If DH rocked her every night then perhaps she would get the message. Depends if you want to go down that road. I don't know if you can stop co-sleeping babies from night feeds unless you stop co-sleeping.

Heathcliffscathy · 21/05/2007 23:27

absolutely agree that if happy at night to breastfeed then you should not stop.

LongDistanceClara · 21/05/2007 23:27

I don't mind doing it, really. Gets him back to sleep. He won't be doing it when he's 17 (not without a bloody good shave first, anyway), so I can live with it.

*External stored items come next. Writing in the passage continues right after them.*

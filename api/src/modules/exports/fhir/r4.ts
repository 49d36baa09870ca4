/**
 * FHIR R4 resource shapes used by the export, from @types/fhir's R4 module (hl7.org/fhir/R4).
 * `Resource` narrows the bundle to the resources this export writes.
 */
import type {
  Condition,
  Encounter,
  Location,
  MedicationAdministration,
  Observation,
  Organization,
  Patient,
  Procedure,
  Provenance,
} from 'fhir/r4';

export type {
  Bundle,
  CodeableConcept,
  Coding,
  Condition,
  Encounter,
  Identifier,
  Location,
  MedicationAdministration,
  Observation,
  Organization,
  Patient,
  Period,
  Procedure,
  Provenance,
  Quantity,
  Reference,
  SampledData,
} from 'fhir/r4';

export type Resource =
  | Patient
  | Encounter
  | Location
  | Organization
  | Observation
  | Procedure
  | MedicationAdministration
  | Provenance
  | Condition;
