import { eventsInForce } from '@upstroke/capno';
import { type DebriefEvent, drugName } from '@upstroke/contracts';
import type * as R4 from './r4';
import type { Ctx } from './resources';

/** Our own code system for event kinds that have no checked standard code here. */
export const UPSTROKE_EVENT = 'urn:upstroke:event-kind';

interface CorrectionData {
  reason?: string;
  replacement?: { kind: string; data: Record<string, unknown>; at: string };
}

const correctionOf = (e: DebriefEvent | undefined) =>
  e?.kind === 'correction' ? (e.data as CorrectionData) : undefined;

function shockProcedure(ctx: Ctx, e: DebriefEvent): R4.Procedure {
  return {
    resourceType: 'Procedure',
    status: 'completed',
    // No standard code is asserted here (not checked); our own code plus plain text.
    code: {
      coding: [{ system: UPSTROKE_EVENT, code: 'shock', display: 'Defibrillation shock' }],
      text: 'Defibrillation shock',
    },
    subject: ctx.subject,
    encounter: ctx.encounter,
    performedDateTime: e.at,
    note: typeof e.data.energyJ === 'number' ? [{ text: `${e.data.energyJ} J` }] : undefined,
  };
}

function medicationOf(ctx: Ctx, e: DebriefEvent): R4.MedicationAdministration {
  const dose =
    typeof e.data.dose === 'number' && typeof e.data.unit === 'string'
      ? {
          value: e.data.dose,
          unit: e.data.unit,
          system: 'http://unitsofmeasure.org',
          code: e.data.unit,
        }
      : undefined;
  const route =
    typeof e.data.route === 'string'
      ? { text: e.data.route === 'io' ? 'Intraosseous' : 'Intravenous' }
      : undefined;
  return {
    resourceType: 'MedicationAdministration',
    status: 'completed',
    medicationCodeableConcept: {
      coding: [{ system: 'urn:upstroke:drug', code: String(e.data.drug) }],
      text: drugName(e.data),
    },
    subject: ctx.subject,
    context: ctx.encounter,
    effectiveDateTime: e.at,
    dosage: dose || route ? { dose, route } : undefined,
  };
}

type Entry = [key: string, resource: R4.Resource];

/** The bundle key of a drug's or a shock's resource, or null for other kinds. */
const keyOf = (kind: string, id: string) =>
  kind === 'shock' || kind === 'drug' ? `${kind}/${id}` : null;

/** The resource for a drug or a shock (keyed by event id), or none for other kinds. */
function resourceOf(ctx: Ctx, e: DebriefEvent): Entry | undefined {
  const key = keyOf(e.kind, e.id);
  if (!key) return undefined;
  return [key, e.kind === 'shock' ? shockProcedure(ctx, e) : medicationOf(ctx, e)];
}

const withNote = (entry: Entry, text: string): Entry => {
  const r = entry[1] as R4.Procedure | R4.MedicationAdministration;
  return [entry[0], { ...r, note: [...(r.note ?? []), { text }] }];
};

function who(c: DebriefEvent): string {
  return c.recordedByName ?? c.recordedBy ?? 'unknown';
}

/**
 * A replacement's Provenance (FHIR R4 Provenance): the replacement is its target, the struck
 * resource its entity with role `revision`, the correction's time, author and reason; the
 * activity is UPDATE (HL7 v3-DataOperation; REFERENCE.md: FHIR R4, from memory).
 */
function provenanceOf(ctx: Ctx, c: DebriefEvent, target: string, struck: string): Entry {
  const reason = correctionOf(c)?.reason;
  const resource: R4.Provenance = {
    resourceType: 'Provenance',
    target: [{ reference: ctx.url(target) }],
    recorded: c.at,
    activity: {
      coding: [
        { system: 'http://terminology.hl7.org/CodeSystem/v3-DataOperation', code: 'UPDATE' },
      ],
      text: c.amendment ? 'Amended after signing' : 'Corrected while recording',
    },
    reason: reason ? [{ text: reason }] : undefined,
    agent: [{ who: { display: who(c) } }],
    entity: [{ role: 'revision', what: { reference: ctx.url(struck) } }],
  };
  return [`provenance/${c.id}`, resource];
}

/**
 * The drugs and shocks of the record as FHIR resources. Those in force are `completed` (a
 * replacement keyed by its correction, with a note naming the correction); an entry struck by
 * a correction stays, with status `entered-in-error` (R4 MedicationAdministration and
 * Procedure status) and a note saying why; each replacement has a Provenance linking it to
 * the entry it replaced.
 */
export function clinicalEntries(ctx: Ctx): Entry[] {
  const events = ctx.d.events;
  const byId = new Map(events.map((e) => [e.id, e]));
  const out: Entry[] = [];
  for (const e of eventsInForce(events)) {
    const entry = resourceOf(ctx, e);
    const c = correctionOf(byId.get(e.id));
    if (!entry) continue;
    const why = c?.reason ? `: ${c.reason}` : '';
    out.push(c ? withNote(entry, `Replaces an entry entered in error${why}`) : entry);
  }
  for (const e of events) {
    const c = e.supersededBy ? byId.get(e.supersededBy) : undefined;
    const entry = c && e.kind !== 'correction' ? resourceOf(ctx, e) : undefined;
    if (!c || !entry) continue;
    const data = correctionOf(c);
    const why = `${data?.replacement ? 'Replaced' : 'Taken back'}${data?.reason ? `: ${data.reason}` : ''}`;
    const [key, r] = withNote(entry, why);
    out.push([key, { ...r, status: 'entered-in-error' } as R4.Resource]);
    const replaced = data?.replacement && keyOf(data.replacement.kind, c.id);
    if (replaced) out.push(provenanceOf(ctx, c, replaced, key));
  }
  return out;
}
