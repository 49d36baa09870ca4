import {
  Button,
  Chip,
  List,
  ListItem,
  ListItemText,
  Stack,
  Table,
  TableBody,
  TableCell,
  TableRow,
  Typography,
} from '@mui/material';
import { clockFromArrest, findingKindLabels, severityLabels } from '@upstroke/contracts';
import { Link as RouterLink } from 'react-router-dom';
import { ClinicalCaution } from '../../../components/ui/clinical-caution';
import { ErrorState, Loading } from '../../../components/ui/states';
import { measureRows } from '../../../lib/measure-rows';
import { useRecordDebrief } from '../api/get-record-debrief';

/**
 * What the committee reviews: the record's measures and findings, read from the debrief the
 * API composed for the Debrief screen (one path, nothing recomputed here), and a link to it.
 */
export function RecordSummary({ resuscitationId }: { resuscitationId: string }) {
  const query = useRecordDebrief(resuscitationId);
  if (query.isPending) return <Loading label="Loading the record's measures and findings…" />;
  if (query.isError) return <ErrorState error={query.error} onRetry={() => void query.refetch()} />;
  const d = query.data;
  return (
    <Stack spacing={1} component="section" aria-label="Measures and findings">
      <Stack direction="row" sx={{ alignItems: 'center', justifyContent: 'space-between' }}>
        <Typography variant="h3" component="h3" sx={{ fontSize: '1.1rem' }}>
          Measures
        </Typography>
        <Button component={RouterLink} to={`/debrief/${resuscitationId}`} size="small">
          Open the Debrief
        </Button>
      </Stack>
      <Table size="small" aria-label="Measures">
        <TableBody>
          {measureRows(d.measures, d.record.etco2Unit).map((m) => (
            <TableRow key={m.key}>
              <TableCell component="th" scope="row">
                {m.title}
              </TableCell>
              <TableCell>{m.value}</TableCell>
            </TableRow>
          ))}
        </TableBody>
      </Table>
      <Typography variant="h3" component="h3" sx={{ fontSize: '1.1rem', pt: 1 }}>
        Findings ({d.findings.length})
      </Typography>
      {d.findings.length > 0 && <ClinicalCaution dense />}
      <List dense aria-label="Findings">
        {d.findings.map((f, i) => (
          <ListItem key={`${f.kind}-${f.startSec}-${i}`} disableGutters>
            <ListItemText
              primary={
                <>
                  <Chip size="small" label={severityLabels[f.severity]} sx={{ mr: 1 }} />
                  {findingKindLabels[f.kind] ?? f.kind}, {clockFromArrest(f.startSec)} –{' '}
                  {clockFromArrest(f.endSec)}
                </>
              }
              secondary={f.message}
            />
          </ListItem>
        ))}
        {d.findings.length === 0 && (
          <ListItem disableGutters>
            <ListItemText primary="No findings for this record." />
          </ListItem>
        )}
      </List>
    </Stack>
  );
}
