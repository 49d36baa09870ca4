import { mkdirSync } from 'node:fs';
import path from 'node:path';
import {
  type Browser,
  type BrowserContext,
  chromium,
  type Locator,
  type Page,
} from 'playwright-core';
import { baseUrl, type DemoRole, demoPassword, emailOf } from './env';

/**
 * Debian's Chromium, headless, with the flags this closed network needs. Playwright gives
 * every launch a fresh, empty profile of its own (it refuses a --user-data-dir here).
 */
export async function launchBrowser(): Promise<{ browser: Browser; close: () => Promise<void> }> {
  const browser = await chromium.launch({
    executablePath: process.env.CHROMIUM_PATH ?? '/usr/bin/chromium',
    args: [
      '--no-sandbox',
      '--disable-gpu',
      '--disable-quic',
      '--no-first-run',
      '--disable-background-networking',
      '--disable-component-update',
      '--disable-sync',
    ],
  });
  return {
    browser,
    close: () => browser.close(),
  };
}

/** A tablet-sized context (landscape 1280×800) on the app under test. */
export async function newTabletContext(browser: Browser): Promise<BrowserContext> {
  const context = await browser.newContext({
    baseURL: baseUrl,
    viewport: { width: 1280, height: 800 },
    serviceWorkers: 'allow',
  });
  // Generous waits: beside another test run on two cores a page can take many seconds to
  // settle. A step that never happens still fails, later.
  context.setDefaultTimeout(60_000);
  context.setDefaultNavigationTimeout(90_000);
  return context;
}

/** Signs in through the real Sign in page, as a person would. */
export async function signIn(page: Page, role: DemoRole): Promise<void> {
  await page.goto('/sign-in');
  await page.getByLabel('Email').fill(emailOf(role));
  await page.getByLabel('Password').fill(demoPassword);
  await page.getByRole('button', { name: 'Sign in' }).click();
  await page.getByRole('button', { name: 'Sign out' }).waitFor();
}

/** Screenshots for people to read (git-ignored): the accessibility pass and failed waits. */
export const artifactsDir = path.resolve(__dirname, '..', 'artifacts');

/**
 * Waits for `locator`; when it does not come, keeps the screen under e2e/artifacts
 * (`<name>.png`) and fails with what the page showed and which API calls it had made,
 * so that a failure seen only on a busy machine can be read afterwards.
 */
export async function waitOrExplain(
  page: Page,
  locator: Locator,
  name: string,
  timeout = 30_000,
): Promise<void> {
  try {
    await locator.waitFor({ timeout });
  } catch (error) {
    mkdirSync(artifactsDir, { recursive: true });
    await page.screenshot({ path: path.join(artifactsDir, `${name}.png`), fullPage: true });
    const shown = await page.locator('body').innerText();
    const calls = (await page.evaluate(
      "performance.getEntriesByType('resource').filter((r) => r.name.includes('/api/')).slice(-8).map((r) => `${r.name.replace(/^.*\\/api/, '/api')} ${Math.round(r.duration)} ms`)",
    )) as string[];
    throw new Error(
      `${name}: not shown within ${timeout} ms. Last API calls: ${calls.join(', ')}. The page showed:\n${shown}`,
      { cause: error },
    );
  }
}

Jenkeywoo · 21/05/2007 23:27

Her ears must be burning as she is crying - dh going to try and settle her but I'm sure she'll end up having a little feed in a min, better go. thanks for the help and ideas.

OP posts:
LordVenger · 21/05/2007 23:28

If it's any comfort, I bf DD1 until she was 19 months, and had to wean her when I got pegnant with DD2 (because it was freaking aaaaagony), and did it in one awful 24 period of weeping and crying. Kissing her to sleep worked in the end - gently, on her eyes and forehead. But then the next day - all done and forgotten about. She seems remarkable untraumatised by the whole thing.